Within that time frame experts can indeed predict such meteorological
events as specific showers and thunderstorm with some degree of accuracy.)
Steve can cite meteorological research documenting that the prediction
that the weather tomorrow will be exactly like it was today is more likely
to be right than any other predictions that are made. So why do we all
keep checking the weather report and paying attention to it? As Patrick
Young (whoever he might be) has said, "The trouble with weather forecasting
is that it's right too often for us to ignore it and wrong too often for
us to rely on it."
Want to
verify just how unreliable long-range weather forecasts are with a simple
exercise? Check the newspaper and tape those five-day projections on your
refrigerator each day for a week.
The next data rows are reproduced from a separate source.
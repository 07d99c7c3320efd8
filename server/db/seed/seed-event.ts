import { createHash } from "node:crypto";
import { layoutHash } from "../../../sandbox/square/layout-hash.ts";
import type { FeatureDeps } from "../../deps.ts";
import { inTransaction } from "../connection.ts";
import { newId } from "../schema/columns.ts";
import { beatMaps, nights, seasons, songFiles, songs, squareLayouts, squares } from "../schema/index.ts";
import type { SeedDay } from "./seed-day.ts";
import { EVENT_NAME, SQUARE_NAME, TIME_ZONE, TOWN } from "./world/figures.ts";
import { CLOSES_AT, listNights, OPENS_AT, SEASON_NAME, START_TIMES } from "./world/season.ts";
import { DEMO_SONGS } from "./world/songs/demo-songs.ts";
import { DEMO_SQUARE } from "./world/square.ts";

/** Ids of what belongs to the event. */
export interface SeededEvent {
  readonly layoutId: string;
  readonly seasonId: string;
  /** Id of the beat map by song id. */
  readonly beatMapIds: ReadonlyMap<string, string>;
  /** Id of the night by date. */
  readonly nightIds: ReadonlyMap<string, string>;
}

const SET_UP_DAY = -60;

/** Adds the square with its first layout, the songs with their files and beat maps, the season with its nights. */
export function seedEvent({ db }: FeatureDeps, day: SeedDay): SeededEvent {
  const squareId = newId();
  const layoutId = newId();
  const seasonId = newId();
  const beatMapIds = new Map(DEMO_SONGS.map((song) => [song.id, newId()]));
  const season = listNights(day.today);
  const nightIds = new Map(season.map((night) => [night.date, newId()]));
  const createdAt = day.at(SET_UP_DAY, "20:00");
  const hash = layoutHash(DEMO_SQUARE, (text) => createHash("sha256").update(text).digest("hex"));

  inTransaction(db, (tx) => {
    tx.insert(squares)
      .values({
        id: squareId,
        name: SQUARE_NAME,
        townName: TOWN,
        eventName: EVENT_NAME,
        timeZone: TIME_ZONE,
        currentLayoutId: layoutId,
      })
      .run();
    tx.insert(squareLayouts).values({ id: layoutId, squareId, number: 1, hash, layout: DEMO_SQUARE, createdAt }).run();
    for (const song of DEMO_SONGS) {
      const beatMapId = beatMapIds.get(song.id) ?? null;
      tx.insert(songs)
        .values({ id: song.id, title: song.title, credit: song.credit, currentBeatMapId: beatMapId })
        .run();
      tx.insert(songFiles)
        .values({ songId: song.id, mediaType: "audio/midi", bytes: Buffer.from(song.file) })
        .run();
      tx.insert(beatMaps)
        .values({ id: beatMapId ?? newId(), songId: song.id, number: 1, beatMap: song.beatMap, createdAt })
        .run();
    }
    const [firstDate = day.today] = season.map((night) => night.date);
    const lastDate = season.at(-1)?.date ?? day.today;
    tx.insert(seasons)
      .values({ id: seasonId, squareId, name: SEASON_NAME, firstDate, lastDate, times: [...START_TIMES] })
      .run();
    for (const { date, closedReason } of season) {
      tx.insert(nights)
        .values({
          id: nightIds.get(date) ?? newId(),
          seasonId,
          date,
          opensAt: OPENS_AT,
          closesAt: CLOSES_AT,
          closedReason,
        })
        .run();
    }
  });
  return { layoutId, seasonId, beatMapIds, nightIds };
}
Five days later line up what happened
today with what was predicted five days ago. You will find the forecast
about rain or sunshine was right about as many times as it was wrong.
Flip a coin and your chances will be as good at predicting whether it
will rain or not rain five days from now. This is of course an excellent
school project for a science class or a lesson on probabilities.
My skepticism
about the arcane art of predicting what clouds and wind will be doing
more than a hundred hours from now notwithstanding, like many people I
like to talk about weather--past, present, future. Despite the undeniable
fact that we have absolutely no control over the weather, finding someone
to exchange thoughts with on this topic is never difficult. Yet many a
barbed comment has been made about people who enjoy talking about the
weather.
Among those
who thought weather talk was inane and boring was that consummate wit
Oscar Wilde. "Conversation about the weather," said Wilde, "is
the last refuge of the unimaginative." Kin Hubbard, an Indiana humorist,
said, "Don't knock the weather. If it didn't change once in a while,
nine out of ten people couldn't start a conversation." Perhaps the
most hurtful comment for those of us who find weather fascinating came
from Thomas Fuller, a British physician who died in the 18th century.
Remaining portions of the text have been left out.